Orchestration methods for managing complex dependencies between microservice interactions should be resilient to transient or permanent error conditions in the services or their associated resources. In this context, we are concerned with error conditions arising during periods of normal service availability, rather than operational failure scenarios that require service failover or restart.

Adapters for resources or external services are a common source of microservices in INTERSECT. With such microservices, a single microservice interaction may involve one or more operations on the external service or resource. Failures encountered during these operations, such as communication failures, resource or service exhaustion, or any other situation that prevents successful operations, are expected to be properly handled by the adapter implementation and reported as interaction errors to microservice clients via responses to requests or asynchronous status or event messages.

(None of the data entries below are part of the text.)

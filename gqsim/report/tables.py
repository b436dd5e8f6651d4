"""Report stage: terminal table, files (CSV, JSON, resolved protocol) and figures.

Works on any :class:`~gqsim.record.Result`, whatever the family. Library plot
functions take an optional ``ax`` and return it; nothing here calls ``plt.show()``.
"""

from __future__ import annotations

import csv
import json
from pathlib import Path
from typing import Any, Mapping

import numpy as np
import tomli_w

from gqsim.errors import ProtocolError
from gqsim.record import Result

__all__ = ["summary_table", "write_outputs", "plot_measures", "OUTPUT_FILES"]

#: file names written by :func:`write_outputs`
OUTPUT_FILES = ("series.csv", "summary.json", "protocol.resolved.toml", "measures.png", "measures.pdf")

_LABELS = {
    "log_negativity": "log-negativity E_N",
    "negativity": "negativity N",
    "concurrence": "concurrence C",
    "witness_lab": "spin witness |<XZ>+<YY>| (lab frame)",
    "witness_optimised": "spin witness, best local frame",
    "purity": "purity Tr rho^2",
    "entangling_phase": "entangling phase theta",
}


def _label(name: str) -> str:
    return _LABELS.get(name, name.replace("_", " "))


_UNIT_SUFFIXES = (("_rad_s", " [rad/s]"), ("_per_s", " [1/s]"), ("_rad", " [rad]"), ("_kg", " [kg]"),
                  ("_m", " [m]"), ("_s", " [s]"))


def _key_label(key: str) -> str:
    for suffix, unit in _UNIT_SUFFIXES:
        if key.endswith(suffix):
            return key[: -len(suffix)].replace("_", " ") + unit
    return key.replace("_", " ")


def _num(value: Any) -> str:
    if isinstance(value, bool) or value is None:
        return str(value)
    if isinstance(value, (int, float, np.floating)):
        return f"{value:.6g}"
    return str(value)


def _rows_table(rows) -> list[str]:
    """A small fixed-width table of a list of flat records (a force or noise budget)."""
    columns = [k for k in rows[0] if not isinstance(rows[0][k], (Mapping, list, tuple))]
    widths = {c: 2 + max(len(c), *(len(_num(r.get(c))) for r in rows)) for c in columns}
    out = ["  " + "".join(f"{c:>{widths[c]}}" for c in columns)]
    for row in rows:
        out.append("  " + "".join(f"{_num(row.get(c)):>{widths[c]}}" for c in columns))
    return out


def summary_table(result: Result) -> str:
    """Readable multi-line summary: one row per measure, then the analytic companions."""
    title = result.summary.get("title") or "(untitled protocol)"
    lines = [f"gqsim {result.family} run: {title}",
             f"engine: {result.provenance.engine}   grid: {result.times_s.size} times, "
             f"{result.times_s[0]:.4g} s .. {result.times_s[-1]:.4g} s"]
    header = f"{'measure':<40} {'unit':<12} {'max or min':>15} {'at t [s]':>10}  entangled window(s) [s]"
    lines += ["", header, "-" * len(header)]
    for name in result.series:
        entry = result.summary.get(name)
        if not isinstance(entry, Mapping) or "max" not in entry:
            continue
        windows = entry.get("entangled_windows_s")
        if windows is None:
            wtext = "-"
        elif not windows:
            wtext = "none"
        else:
            wtext = ", ".join(f"{lo:.4g}..{hi:.4g}" for lo, hi in windows[:4]) + (" ..." if len(windows) > 4 else "")
        # criteria that signal entanglement by dropping below a bound report their minimum
        if "min" in entry:
            value, at, which = entry["min"], entry["time_of_min_s"], "min"
        else:
            value, at, which = entry["max"], entry["time_of_max_s"], "max"
        lines.append(f"{_label(name):<40} {result.units.get(name, ''):<12} {_num(value):>11} {which} "
                     f"{at:>10.4g}  {wtext}")
    for section, values in result.summary.items():
        if isinstance(values, Mapping) and "max" not in values:
            lines += ["", f"{section.replace('_', ' ')}:"]
            for key, value in values.items():
                if not isinstance(value, (Mapping, list, tuple)):
                    lines.append(f"  {_key_label(key):<42} {_num(value)}")
            for key, value in values.items():
                if isinstance(value, Mapping) and value and all(
                        not isinstance(v, (Mapping, list, tuple)) for v in value.values()):
                    lines.append(f"  {key}:")
                    lines.extend(f"    {_key_label(k):<40} {_num(v)}" for k, v in value.items())
            rows = values.get("rows")
            if isinstance(rows, (list, tuple)) and rows and all(isinstance(r, Mapping) for r in rows):
                lines.extend(_rows_table(rows))
            elif isinstance(rows, (list, tuple)) and not rows:
                lines.append("  (none)")
    for note in result.notes:
        lines += ["", f"note: {note}"]
    return "\n".join(lines)


def plot_measures(result: Result, ax=None):
    """Measures vs time on ``ax`` (created if None), with grid regions where entanglement is
    signalled by the first measure that reports windows shaded. Returns the axes."""
    import matplotlib.pyplot as plt

    if ax is None:
        _, ax = plt.subplots(figsize=(7.0, 4.2))
    shade_done = False
    for name, values in result.series.items():
        if values.ndim != 1 or name == "entangling_phase":
            continue
        ax.plot(result.times_s, values, label=f"{_label(name)} [{result.units.get(name, '')}]")
        entry = result.summary.get(name)
        if not shade_done and isinstance(entry, Mapping) and entry.get("entangled_windows_s"):
            for lo, hi in entry["entangled_windows_s"]:
                ax.axvspan(lo, hi, color="0.85", zorder=0, lw=0)
            ax.axvspan(np.nan, np.nan, color="0.85", label=f"entangled ({_label(name)} > 0)")
            shade_done = True
    if any(name.startswith("witness") for name in result.series):
        ax.axhline(1.0, color="0.4", ls="--", lw=0.8, label="witness separable bound (1)")
    ax.set_xlabel("time t [s]")
    ax.set_ylabel("measure value")
    ax.set_title(result.summary.get("title") or result.family)
    ax.legend(fontsize="small", loc="upper left", bbox_to_anchor=(1.01, 1.0), borderaxespad=0.0)
    return ax


def _csv_columns(result: Result) -> dict[str, np.ndarray]:
    cols = {"time_s": result.times_s}
    for name, values in result.series.items():
        unit = result.units.get(name, "")
        tag = f"{name} [{unit}]" if unit and unit != "1" else name
        if values.ndim == 1:
            cols[tag] = values
        else:
            flat = values.reshape(values.shape[0], -1)
            for j in range(flat.shape[1]):
                cols[f"{tag}[{j}]"] = flat[:, j]
    return cols


def write_outputs(result: Result, out_dir: str | Path) -> list[Path]:
    """Write ``series.csv``, ``summary.json``, ``protocol.resolved.toml`` and the figure as PNG and PDF."""
    import matplotlib

    matplotlib.use("Agg", force=False)
    import matplotlib.pyplot as plt

    out = Path(out_dir)
    try:
        out.mkdir(parents=True, exist_ok=True)
    except OSError as exc:
        raise ProtocolError("--out", str(out), f"must be a writable directory ({exc.strerror})") from None
    written = []
    cols = _csv_columns(result)
    path = out / "series.csv"
    with path.open("w", newline="") as fh:
        writer = csv.writer(fh)
        writer.writerow(cols.keys())
        for row in zip(*cols.values()):
            writer.writerow([repr(float(v)) for v in row])
    written.append(path)
    doc = result.to_json_dict()
    summary = {"summary": doc["summary"], "units": doc["units"], "notes": doc["notes"],
               "provenance": {k: v for k, v in doc["provenance"].items() if k != "protocol"}}
    path = out / "summary.json"
    path.write_text(json.dumps(summary, indent=2))
    written.append(path)
    path = out / "protocol.resolved.toml"
    path.write_text(tomli_w.dumps(dict(result.provenance.to_dict()["protocol"])))
    written.append(path)
    if result.family == "oscillators":
        from gqsim.report.oscillator_plots import plot_oscillators

        fig, axes = plt.subplots(2, 1, figsize=(8.0, 6.0), sharex=True)
        plot_oscillators(result, axes)
    else:
        fig, ax = plt.subplots(figsize=(10.0, 4.4))
        plot_measures(result, ax=ax)
    fig.tight_layout()
    for name in ("measures.png", "measures.pdf"):
        fig.savefig(out / name, dpi=150)
        written.append(out / name)
    plt.close(fig)
    return written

A widely-used method for handling both transient microservice interaction errors and external operation failures is the Retry pattern [B99]. In this pattern, an action is retried after experiencing an error or failure in anticipation of eventual success. Often, the Retry pattern involves the use of two parameters: a retry count and a retry delay. The retry count is the maximum number of failed attempts before the failure condition is treated as permanent. The retry delay is the interval between successive action attempts. Some implementations of this pattern may utilize a progressive delay (e.g., exponential backoff) to increase the delay for each observed failure.

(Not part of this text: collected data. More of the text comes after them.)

import math
import os
from pathlib import Path

import numpy as np
import pytest
from hypothesis import HealthCheck, given, settings
from hypothesis import strategies as st

import harbor
from harbor.cli import main
from harbor.errors import InputError
from harbor.study.scenario import load_scenario, scenario_from_dict

BASE = """
title = "Skerrow Cove (invented test harbour)"
[site]
crs = "EPSG:32630"
depth = 8.0
[[arm]]
name = "west arm"
line = [[500000.0, 6300000.0], [500000.0, 6300200.0], [500070.0, 6300200.0]]
[[arm]]
name = "east arm"
line = [[500300.0, 6300000.0], [500300.0, 6300200.0], [500130.0, 6300200.0]]
[[land]]
name = "beach"
outline = [[499800.0, 6300010.0], [500500.0, 6300010.0], [500500.0, 6299800.0], [499800.0, 6299800.0]]
[[sea]]
name = "swell"
kind = "regular"
height = 1.2
period = 7.0
from = 10.0
[[point]]
name = "quay"
at = [500150.0, 6300100.0]
limit = 0.4
[grid]
spacing = 10.0
bounds = [499950.0, 6300020.0, 500350.0, 6300400.0]
"""

RANDOM_SEA = """
[[sea]]
name = "wind sea"
kind = "random"
height = 1.0
period = 7.0
from = 0.0
spectrum = "jonswap"
"""

BIG = "1" + "0" * 400          # a 400-digit integer


def edit(text, old, new):
    assert old in text, old
    return text.replace(old, new, 1)


# (id, scenario text, exit code, word in the message)
SCENARIO_CASES = [
    ("depth-400-digits", edit(BASE, "depth = 8.0", f"depth = {BIG}"), 2, "depth"),
    ("coordinate-400-digits", edit(BASE, "[[500000.0, 6300000.0]", f"[[{BIG}, 6300000.0]"),
     2, "line"),
    ("coordinate-1e308", edit(BASE, "[[500000.0, 6300000.0]", "[[1e308, 6300000.0]"),
     2, "line"),
    ("spacing-5e-324", edit(BASE, "spacing = 10.0", "spacing = 5e-324"), 2, "spacing"),
    ("depth-1e308", edit(BASE, "depth = 8.0", "depth = 1e308"), 2, "depth"),
    ("depth-1e-6", edit(BASE, "depth = 8.0", "depth = 1e-6"), 2, "depth"),
    ("period-1e-6", edit(BASE, "period = 7.0", "period = 1e-6"), 2, "period"),
    ("height-1e308", edit(BASE, "height = 1.2", "height = 1e308"), 2, "height"),
    ("height-inf", edit(BASE, "height = 1.2", "height = inf"), 2, "finite"),
    ("g-981", edit(BASE, "depth = 8.0", "depth = 8.0\ng = 981.0"), 2, "g"),
    ("g-1e-300", edit(BASE, "depth = 8.0", "depth = 8.0\ng = 1e-300"), 2, "g"),
    ("limit-1e308", edit(BASE, "limit = 0.4", "limit = 1e308"), 2, "limit"),
    ("jonswap-peak-1e-6", BASE + RANDOM_SEA + "peak_period = 1e-6\n", 2, "peak_period"),
    ("jonswap-peak-70s", BASE + RANDOM_SEA + "peak_period = 70.0\n", 2, "T1/3"),
    ("grid-too-coarse", edit(BASE, "period = 7.0", "period = 3.0"), 2, "per wavelength"),
    ("bounds-400-digits", edit(BASE, "bounds = [499950.0", f"bounds = [-{BIG}"), 2,
     "bounds"),
    ("collinear-outline",
     edit(BASE, "[[499800.0, 6300010.0], [500500.0, 6300010.0], [500500.0, 6299800.0], "
          "[499800.0, 6299800.0]]",
          "[[499800.0, 6300010.0], [500000.0, 6300010.0], [500500.0, 6300010.0]]"),
     2, "no area"),
    ("arms-cross-at-shared-vertex",
     edit(BASE, "[[500300.0, 6300000.0], [500300.0, 6300200.0], [500130.0, 6300200.0]]",
          "[[500000.0, 6300300.0], [500000.0, 6300200.0], [500100.0, 6300100.0]]"),
     2, "crosses"),
    ("point-on-arm-head", edit(BASE, "at = [500150.0, 6300100.0]",
                               "at = [500070.0, 6300200.0]"), 2, "arm"),
]


def _files(root):
    return sorted(str(p.relative_to(root)) for p in Path(root).rglob("*"))


def run(argv, capsys):
    code = main([str(a) for a in argv])
    out, err = capsys.readouterr()
    return code, out, err


def assert_refused(code, err, expected, word):
    assert code == expected, err
    lines = err.strip().splitlines()
    assert len(lines) == 1, err                      # one line
    assert "Traceback" not in err and "internal error" not in err
    assert "RuntimeWarning" not in err
    assert word.lower() in lines[0].lower(), lines[0]


@pytest.mark.parametrize("name,text,code,word", SCENARIO_CASES,
                         ids=[c[0] for c in SCENARIO_CASES])
def test_scenario_refused(name, text, code, word, tmp_path, capsys):
    f = tmp_path / "s.toml"
    f.write_text(text)
    before = _files(tmp_path)
    got, out, err = run(["check", f], capsys)
    assert_refused(got, err, code, word)
    assert _files(tmp_path) == before              # nothing written


def test_crs_not_blamed_for_huge_vertex(tmp_path, capsys):
    f = tmp_path / "s.toml"
    f.write_text(edit(BASE, "[[500000.0, 6300000.0]", "[[1e308, 6300000.0]"))
    _, _, err = run(["check", f], capsys)
    assert "key 'crs'" not in err and "key 'line'" in err


# ---------------------------------------------------------------- special files


def _special(kind, tmp_path):
    if kind == "fifo":
        p = tmp_path / "pipe.toml"
        os.mkfifo(p)
        return p
    if kind == "devzero":
        return Path("/dev/zero")
    if kind == "loop":
        p = tmp_path / "loop.toml"
        os.symlink(p, p)
        return p
    if kind == "dir":
        p = tmp_path / "folder.toml"
        p.mkdir()
        return p
    if kind == "huge":
        p = tmp_path / "huge.toml"
        with open(p, "wb") as fh:                   # sparse: no disk used
            fh.truncate(17 * 2**20)
        return p
    if kind == "missing":
        return tmp_path / "none.toml"
    raise AssertionError(kind)


SPECIAL = [("fifo", "pipe"), ("devzero", "device"), ("loop", "loop"), ("dir", "directory"),
           ("huge", "MiB"), ("missing", "not found")]


@pytest.mark.parametrize("kind,word", SPECIAL, ids=[k for k, _ in SPECIAL])
def test_special_scenario_files(kind, word, tmp_path, capsys):
    p = _special(kind, tmp_path)
    got, _, err = run(["check", p], capsys)
    assert_refused(got, err, 2, word)


@pytest.mark.parametrize("kind,word", SPECIAL[:3], ids=[k for k, _ in SPECIAL[:3]])
def test_special_climate_tables(kind, word, tmp_path, capsys):
    s = tmp_path / "s.toml"
    s.write_text(BASE)
    p = _special(kind, tmp_path)
    got, _, err = run(["climate", s, "--table", p, "--out", tmp_path / "out"], capsys)
    assert_refused(got, err, 2, word)
    assert not (tmp_path / "out").exists()


@pytest.mark.parametrize("kind,word", SPECIAL[:4], ids=[k for k, _ in SPECIAL[:4]])
def test_special_layout_files(kind, word, tmp_path, capsys):
    p = _special(kind, tmp_path)
    if kind == "devzero":
        p = tmp_path / "zero.gpkg"
        os.symlink("/dev/zero", p)
    got, _, err = run(["import", p, "--arms", "arms", "--out", tmp_path / "new.toml"],
                      capsys)
    assert_refused(got, err, 2, word)
    assert not (tmp_path / "new.toml").exists()


def test_import_out_folder_refused(tmp_path, capsys):
    (tmp_path / "new.toml").mkdir()
    got, _, err = run(["import", tmp_path / "x.gpkg", "--arms", "arms", "--out",
                       tmp_path / "new.toml"], capsys)
    assert_refused(got, err, 2, "folder")


def test_bom_accepted(tmp_path, capsys):
    f = tmp_path / "bom.toml"
    f.write_bytes(b"\xef\xbb\xbf" + BASE.encode())
    got, out, err = run(["check", f], capsys)
    assert got == 0, err and "valid" in out


# ---------------------------------------------------------------- climate tables

CLIMATE_CASES = [
    ("percent-1e308", "height,period,from,percent\n1.0,7,10,1e308\n", [], "percent"),
    ("percent-over-100", "height,period,from,percent\n1.0,7,10,120\n", [], "percent"),
    ("duplicates-115", "height,period,from,percent\n1.0,7,10,57.5\n1.0,7,10,57.5\n", [],
     "repeats"),
    ("height-400-digits", f"height,period,from,percent\n{BIG},7,10,50\n", [], "height"),
    ("period-1e-6", "height,period,from,percent\n1.0,1e-6,10,50\n", [], "period"),
    ("too-many-cases", "height,period,from,percent\n1.0,7,10,50\n1.0,8,10,50\n",
     ["--max-cases", "1"], "--max-cases"),
]


@pytest.mark.parametrize("name,table,extra,word", CLIMATE_CASES,
                         ids=[c[0] for c in CLIMATE_CASES])
def test_climate_refused(name, table, extra, word, tmp_path, capsys):
    s = tmp_path / "s.toml"
    s.write_text(BASE)
    t = tmp_path / "c.csv"
    t.write_text(table)
    before = _files(tmp_path)
    got, _, err = run(["climate", s, "--table", t, "--out", tmp_path / "out", "--quiet"]
                      + extra, capsys)
    assert_refused(got, err, 2, word)
    assert _files(tmp_path) == before


def test_climate_duplicates_warned_and_count_printed(tmp_path, capsys):
    s = tmp_path / "s.toml"
    s.write_text(BASE)
    t = tmp_path / "c.csv"
    t.write_text("height,period,from,percent\n1.0,7,10,40\n1.0,7,10,40\n")
    got, out, err = run(["climate", s, "--table", t, "--out", tmp_path / "out", "--quiet"],
                        capsys)
    assert got == 0, err
    assert "row 2 repeats row 1" in out
    assert "1 distinct (period, direction, spreading) cases: about" in out


# ---------------------------------------------------------------- command-line values

def _cli_cases():
    d = ["diagram", "gap", "--direction", "90"]
    return [
        ("width-1e4", d + ["--width", "1e4"], "--width"),
        ("width-inf", d + ["--width", "inf"], "--width"),
        ("width-nan", d + ["--width", "nan"], "--width"),
        ("resolution-negative", d + ["--width", "2", "--resolution", "-0.1"], "--resolution"),
        ("resolution-nan", d + ["--width", "2", "--resolution", "nan"], "--resolution"),
        ("resolution-1e-4", d + ["--width", "2", "--resolution", "1e-4"], "--resolution"),
        ("resolution-0", d + ["--width", "2", "--resolution", "0"], "--resolution"),
        ("spreading-nan", d + ["--width", "2", "--random", "--spreading", "nan"],
         "--spreading"),
    ]


@pytest.mark.parametrize("name,argv,word", _cli_cases(), ids=[c[0] for c in _cli_cases()])
def test_diagram_refused(name, argv, word, tmp_path, capsys):
    out = tmp_path / "d.png"
    got, _, err = run(argv + ["--out", out], capsys)
    assert_refused(got, err, 2, word)
    assert _files(tmp_path) == []


AT_CASES = [
    ("at-1e308", ["1e308", "1e308"], "km"),
    ("at-inf", ["inf", "0"], "finite"),
    ("at-arm-head", ["500070.0", "6300200.0"], "head"),
    ("at-arm-vertex", ["500000.0", "6300200.0"], "vertex"),
    ("at-on-arm", ["500000.0", "6300100.0"], "arm"),
    ("at-on-land", ["500100.0", "6300000.0"], "land"),
]


@pytest.mark.parametrize("name,xy,word", AT_CASES, ids=[c[0] for c in AT_CASES])
def test_points_at_refused(name, xy, word, tmp_path, capsys):
    s = tmp_path / "s.toml"
    s.write_text(BASE)
    got, out, err = run(["points", s, "--at", *xy], capsys)
    assert_refused(got, err, 2, word)
    assert out == ""


def _out_cases(tmp_path):
    f = tmp_path / "afile"
    f.write_text("keep me")
    return [("existing-file", f, "file"), ("dev-null", Path("/dev/null"), "/dev"),
            ("proc", Path("/proc/harbor-out"), "/proc")]


@pytest.mark.parametrize("which", range(3), ids=["existing-file", "dev-null", "proc"])
def test_map_out_refused_before_solving(which, tmp_path, capsys, monkeypatch):
    import harbor.solver.assemble as A

    name, out, word = _out_cases(tmp_path)[which]
    s = tmp_path / "s.toml"
    s.write_text(BASE)
    before = _files(tmp_path)

    def no_solve(*a, **k):  # the location is checked before any solving
        raise AssertionError("solved before checking --out")

    monkeypatch.setattr(A, "solve", no_solve)
    got, _, err = run(["map", s, "--out", out, "--quiet"], capsys)
    assert_refused(got, err, 2, word)
    assert _files(tmp_path) == before
    if name == "existing-file":
        assert out.read_text() == "keep me"


# ---------------------------------------------------------------- geometry rules


def _dict(**arms):
    d = {"site": {"crs": "EPSG:32630", "depth": 8.0},
         "sea": [{"name": "s", "kind": "regular", "height": 1.0, "period": 7.0,
                  "from": 180.0}]}
    d["arm"] = [{"name": k, "line": v} for k, v in arms.items()]
    return d


def test_arms_touching_vertex_to_vertex_are_a_joint():
    # two V-shaped arms whose corners meet and turn back: a joint, not a crossing
    # (common practice: breakwaters built against each other)
    sc = scenario_from_dict(_dict(a=[[500000.0, 6300000.0], [500100.0, 6300100.0],
                                     [500000.0, 6300200.0]],
                                  b=[[500200.0, 6300000.0], [500100.0, 6300100.0],
                                     [500200.0, 6300200.0]]))
    assert len(sc.layout.arms) == 2


def test_arms_crossing_through_shared_vertex_refused():
    with pytest.raises(InputError, match="crosses"):
        scenario_from_dict(_dict(a=[[500000.0, 6300000.0], [500100.0, 6300100.0],
                                    [500200.0, 6300200.0]],
                                 b=[[500200.0, 6300000.0], [500100.0, 6300100.0],
                                    [500000.0, 6300200.0]]))


def test_vertex_count_refused_fast():
    import time

    d = _dict(a=[[500000.0, 6300000.0], [500100.0, 6300100.0]])
    n = 1_600_000                                   # the audit's outline
    d["land"] = [{"name": "shore", "outline": [[499000.0, 6299000.0]] * n}]
    t0 = time.perf_counter()
    with pytest.raises(InputError, match="vertices") as e:
        scenario_from_dict(d)
    assert "outline" in str(e.value) and time.perf_counter() - t0 < 5.0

When an application-level task requires several interdependent interactions with differing microservices, additional state tracking is required to orchestrate the interactions in the presence of errors. Because a task represents a single logical piece of work performed by the application, successful task completion depends on successful completion of all the component interactions. If any of those interactions cannot be completed due to an error condition, then the task should be considered failed as well. Additionally, where possible, the orchestration should attempt to recover from any interactions already completed to ensure a consistent application understanding of the state of the ecosystem. Recovery actions may include such things as releasing allocated resources or removing items added to shared data and information stores. One approach focused on enabling such state tracking and recovery is the Scheduler-Agent-Supervisor pattern [B100]. In this pattern, a Scheduler orchestrates task interactions with Agents and records the state of each interaction in a database shared with a Supervisor. The Supervisor monitors the database for incomplete or failed interactions and decides when to initiate retry or recovery actions by making requests of the Scheduler. Solutions implementing this pattern may combine the functionality of the Scheduler and Supervisor within the same orchestration process. However, a potential benefit of decoupling those roles comes when orchestration activities are spread across several distributed Schedulers each managing tasks involving only their local Agents. In such distributed orchestration scenarios, a separate Supervisor that tracks the state of all Schedulers is warranted.